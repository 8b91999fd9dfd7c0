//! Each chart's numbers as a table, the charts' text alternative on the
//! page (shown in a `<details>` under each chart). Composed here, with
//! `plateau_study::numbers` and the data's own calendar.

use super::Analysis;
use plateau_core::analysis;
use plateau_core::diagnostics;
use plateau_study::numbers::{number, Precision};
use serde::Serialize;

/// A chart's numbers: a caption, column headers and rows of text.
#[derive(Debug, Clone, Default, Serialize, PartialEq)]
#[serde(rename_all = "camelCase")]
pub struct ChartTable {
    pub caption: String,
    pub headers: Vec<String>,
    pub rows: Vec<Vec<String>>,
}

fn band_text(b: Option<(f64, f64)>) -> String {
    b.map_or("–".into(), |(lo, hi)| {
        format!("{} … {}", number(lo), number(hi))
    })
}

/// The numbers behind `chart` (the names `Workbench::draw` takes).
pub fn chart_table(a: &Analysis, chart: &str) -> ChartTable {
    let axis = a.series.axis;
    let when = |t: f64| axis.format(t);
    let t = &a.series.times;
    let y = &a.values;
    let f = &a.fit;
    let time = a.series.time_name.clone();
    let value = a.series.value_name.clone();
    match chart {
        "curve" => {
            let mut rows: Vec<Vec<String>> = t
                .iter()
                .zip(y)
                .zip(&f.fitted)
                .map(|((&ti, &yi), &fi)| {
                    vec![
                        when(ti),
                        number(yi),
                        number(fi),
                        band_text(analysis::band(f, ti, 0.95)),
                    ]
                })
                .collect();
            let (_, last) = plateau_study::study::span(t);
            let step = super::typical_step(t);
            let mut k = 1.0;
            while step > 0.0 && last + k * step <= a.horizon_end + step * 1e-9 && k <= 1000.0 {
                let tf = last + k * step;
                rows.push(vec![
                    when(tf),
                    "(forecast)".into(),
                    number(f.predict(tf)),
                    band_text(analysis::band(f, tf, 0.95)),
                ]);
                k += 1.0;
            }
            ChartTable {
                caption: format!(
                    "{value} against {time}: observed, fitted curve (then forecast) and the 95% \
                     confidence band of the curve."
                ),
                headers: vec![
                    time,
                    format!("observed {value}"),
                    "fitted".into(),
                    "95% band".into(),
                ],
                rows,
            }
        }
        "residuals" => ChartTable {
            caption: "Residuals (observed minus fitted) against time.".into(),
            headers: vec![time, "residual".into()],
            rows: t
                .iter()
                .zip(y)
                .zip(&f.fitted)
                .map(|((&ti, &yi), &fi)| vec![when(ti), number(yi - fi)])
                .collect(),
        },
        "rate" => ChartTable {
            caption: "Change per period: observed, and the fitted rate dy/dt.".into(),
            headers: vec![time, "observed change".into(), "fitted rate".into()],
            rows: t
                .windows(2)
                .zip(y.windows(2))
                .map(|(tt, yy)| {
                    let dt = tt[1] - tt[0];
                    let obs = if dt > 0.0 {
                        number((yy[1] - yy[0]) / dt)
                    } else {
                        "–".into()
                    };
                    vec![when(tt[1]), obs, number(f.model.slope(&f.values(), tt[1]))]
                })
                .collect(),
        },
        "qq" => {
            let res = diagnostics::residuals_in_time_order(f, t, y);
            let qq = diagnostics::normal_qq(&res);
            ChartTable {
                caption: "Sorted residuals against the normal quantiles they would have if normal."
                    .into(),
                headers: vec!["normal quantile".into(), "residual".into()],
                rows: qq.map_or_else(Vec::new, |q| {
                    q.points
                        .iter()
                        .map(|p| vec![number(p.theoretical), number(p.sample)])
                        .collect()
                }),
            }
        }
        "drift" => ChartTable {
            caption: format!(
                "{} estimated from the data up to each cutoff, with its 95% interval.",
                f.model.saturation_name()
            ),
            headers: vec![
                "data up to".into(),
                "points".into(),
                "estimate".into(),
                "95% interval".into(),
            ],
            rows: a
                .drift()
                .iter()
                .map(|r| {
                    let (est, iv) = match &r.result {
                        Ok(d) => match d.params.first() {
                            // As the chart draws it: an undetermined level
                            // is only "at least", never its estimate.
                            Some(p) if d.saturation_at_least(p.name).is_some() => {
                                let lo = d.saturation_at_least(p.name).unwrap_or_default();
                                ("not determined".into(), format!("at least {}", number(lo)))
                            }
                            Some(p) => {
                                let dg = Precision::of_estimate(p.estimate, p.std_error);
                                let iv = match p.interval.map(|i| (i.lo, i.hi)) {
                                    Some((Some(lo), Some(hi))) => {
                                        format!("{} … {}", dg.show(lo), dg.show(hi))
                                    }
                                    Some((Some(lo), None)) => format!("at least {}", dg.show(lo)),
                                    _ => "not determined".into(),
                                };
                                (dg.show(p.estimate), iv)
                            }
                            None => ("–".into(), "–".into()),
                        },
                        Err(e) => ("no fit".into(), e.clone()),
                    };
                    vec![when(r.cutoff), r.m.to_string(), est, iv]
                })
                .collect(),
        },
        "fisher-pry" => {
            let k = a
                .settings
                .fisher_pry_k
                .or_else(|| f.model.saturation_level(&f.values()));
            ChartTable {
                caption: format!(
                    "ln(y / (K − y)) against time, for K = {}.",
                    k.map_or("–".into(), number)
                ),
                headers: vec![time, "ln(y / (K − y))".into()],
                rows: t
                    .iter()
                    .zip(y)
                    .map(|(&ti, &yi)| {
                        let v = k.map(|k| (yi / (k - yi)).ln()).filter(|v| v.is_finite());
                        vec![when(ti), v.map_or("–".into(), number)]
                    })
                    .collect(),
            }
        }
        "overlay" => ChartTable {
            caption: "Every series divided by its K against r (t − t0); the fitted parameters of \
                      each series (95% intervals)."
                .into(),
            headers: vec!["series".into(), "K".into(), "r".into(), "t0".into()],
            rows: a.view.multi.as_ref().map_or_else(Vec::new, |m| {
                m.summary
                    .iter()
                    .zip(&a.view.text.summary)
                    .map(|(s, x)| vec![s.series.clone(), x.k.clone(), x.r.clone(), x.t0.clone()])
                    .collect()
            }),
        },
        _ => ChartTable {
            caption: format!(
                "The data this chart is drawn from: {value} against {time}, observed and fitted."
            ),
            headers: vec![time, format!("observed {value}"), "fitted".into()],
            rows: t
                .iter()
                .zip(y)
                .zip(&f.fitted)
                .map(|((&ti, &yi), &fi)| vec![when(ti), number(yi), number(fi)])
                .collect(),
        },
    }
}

...

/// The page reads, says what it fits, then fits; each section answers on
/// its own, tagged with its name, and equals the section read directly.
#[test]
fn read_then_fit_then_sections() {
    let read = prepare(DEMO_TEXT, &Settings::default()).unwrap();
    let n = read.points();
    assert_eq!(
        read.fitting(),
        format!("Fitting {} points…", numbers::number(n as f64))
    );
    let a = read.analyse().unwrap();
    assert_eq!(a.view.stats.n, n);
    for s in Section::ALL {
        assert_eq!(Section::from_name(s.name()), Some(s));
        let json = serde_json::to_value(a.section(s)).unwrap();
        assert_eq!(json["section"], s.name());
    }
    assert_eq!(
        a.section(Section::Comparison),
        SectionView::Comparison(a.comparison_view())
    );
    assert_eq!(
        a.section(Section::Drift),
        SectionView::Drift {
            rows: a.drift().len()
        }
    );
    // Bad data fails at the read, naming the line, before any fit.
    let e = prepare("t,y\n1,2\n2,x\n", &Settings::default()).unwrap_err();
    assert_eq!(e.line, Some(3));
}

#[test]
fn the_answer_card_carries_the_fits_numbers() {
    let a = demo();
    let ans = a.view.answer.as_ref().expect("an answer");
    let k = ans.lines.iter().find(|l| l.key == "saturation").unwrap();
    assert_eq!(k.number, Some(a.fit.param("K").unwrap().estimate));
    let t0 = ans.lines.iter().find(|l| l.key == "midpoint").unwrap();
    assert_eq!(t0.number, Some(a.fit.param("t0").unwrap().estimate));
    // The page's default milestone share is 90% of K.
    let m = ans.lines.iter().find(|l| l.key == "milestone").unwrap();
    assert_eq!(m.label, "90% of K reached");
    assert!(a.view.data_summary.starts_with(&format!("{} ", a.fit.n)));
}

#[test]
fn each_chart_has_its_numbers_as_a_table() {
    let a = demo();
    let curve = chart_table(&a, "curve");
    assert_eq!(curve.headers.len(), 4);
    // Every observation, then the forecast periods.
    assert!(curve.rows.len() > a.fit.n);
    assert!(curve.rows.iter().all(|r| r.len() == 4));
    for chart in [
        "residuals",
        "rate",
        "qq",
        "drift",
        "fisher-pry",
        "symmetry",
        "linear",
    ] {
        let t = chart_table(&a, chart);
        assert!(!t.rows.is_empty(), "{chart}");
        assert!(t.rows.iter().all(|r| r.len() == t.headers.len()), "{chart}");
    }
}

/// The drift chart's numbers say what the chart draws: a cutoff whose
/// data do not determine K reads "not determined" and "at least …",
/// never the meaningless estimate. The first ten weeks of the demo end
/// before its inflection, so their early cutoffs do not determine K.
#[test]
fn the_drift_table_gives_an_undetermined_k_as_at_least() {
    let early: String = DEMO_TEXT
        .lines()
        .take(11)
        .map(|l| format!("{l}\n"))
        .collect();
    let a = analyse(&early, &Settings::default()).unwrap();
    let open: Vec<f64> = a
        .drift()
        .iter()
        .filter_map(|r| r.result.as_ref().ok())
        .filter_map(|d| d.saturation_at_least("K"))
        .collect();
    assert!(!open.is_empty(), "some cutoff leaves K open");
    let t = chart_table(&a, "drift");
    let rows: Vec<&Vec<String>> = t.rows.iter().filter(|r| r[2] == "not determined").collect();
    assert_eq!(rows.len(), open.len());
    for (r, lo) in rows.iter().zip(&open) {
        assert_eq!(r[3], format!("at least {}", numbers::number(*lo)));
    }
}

**Work task:** Filter the records above, keeping each line that contains the word "Every".

**Your solution:**
            caption: "Every series divided by its K against r (t − t0); the fitted parameters of \
    // Every observation, then the forecast periods.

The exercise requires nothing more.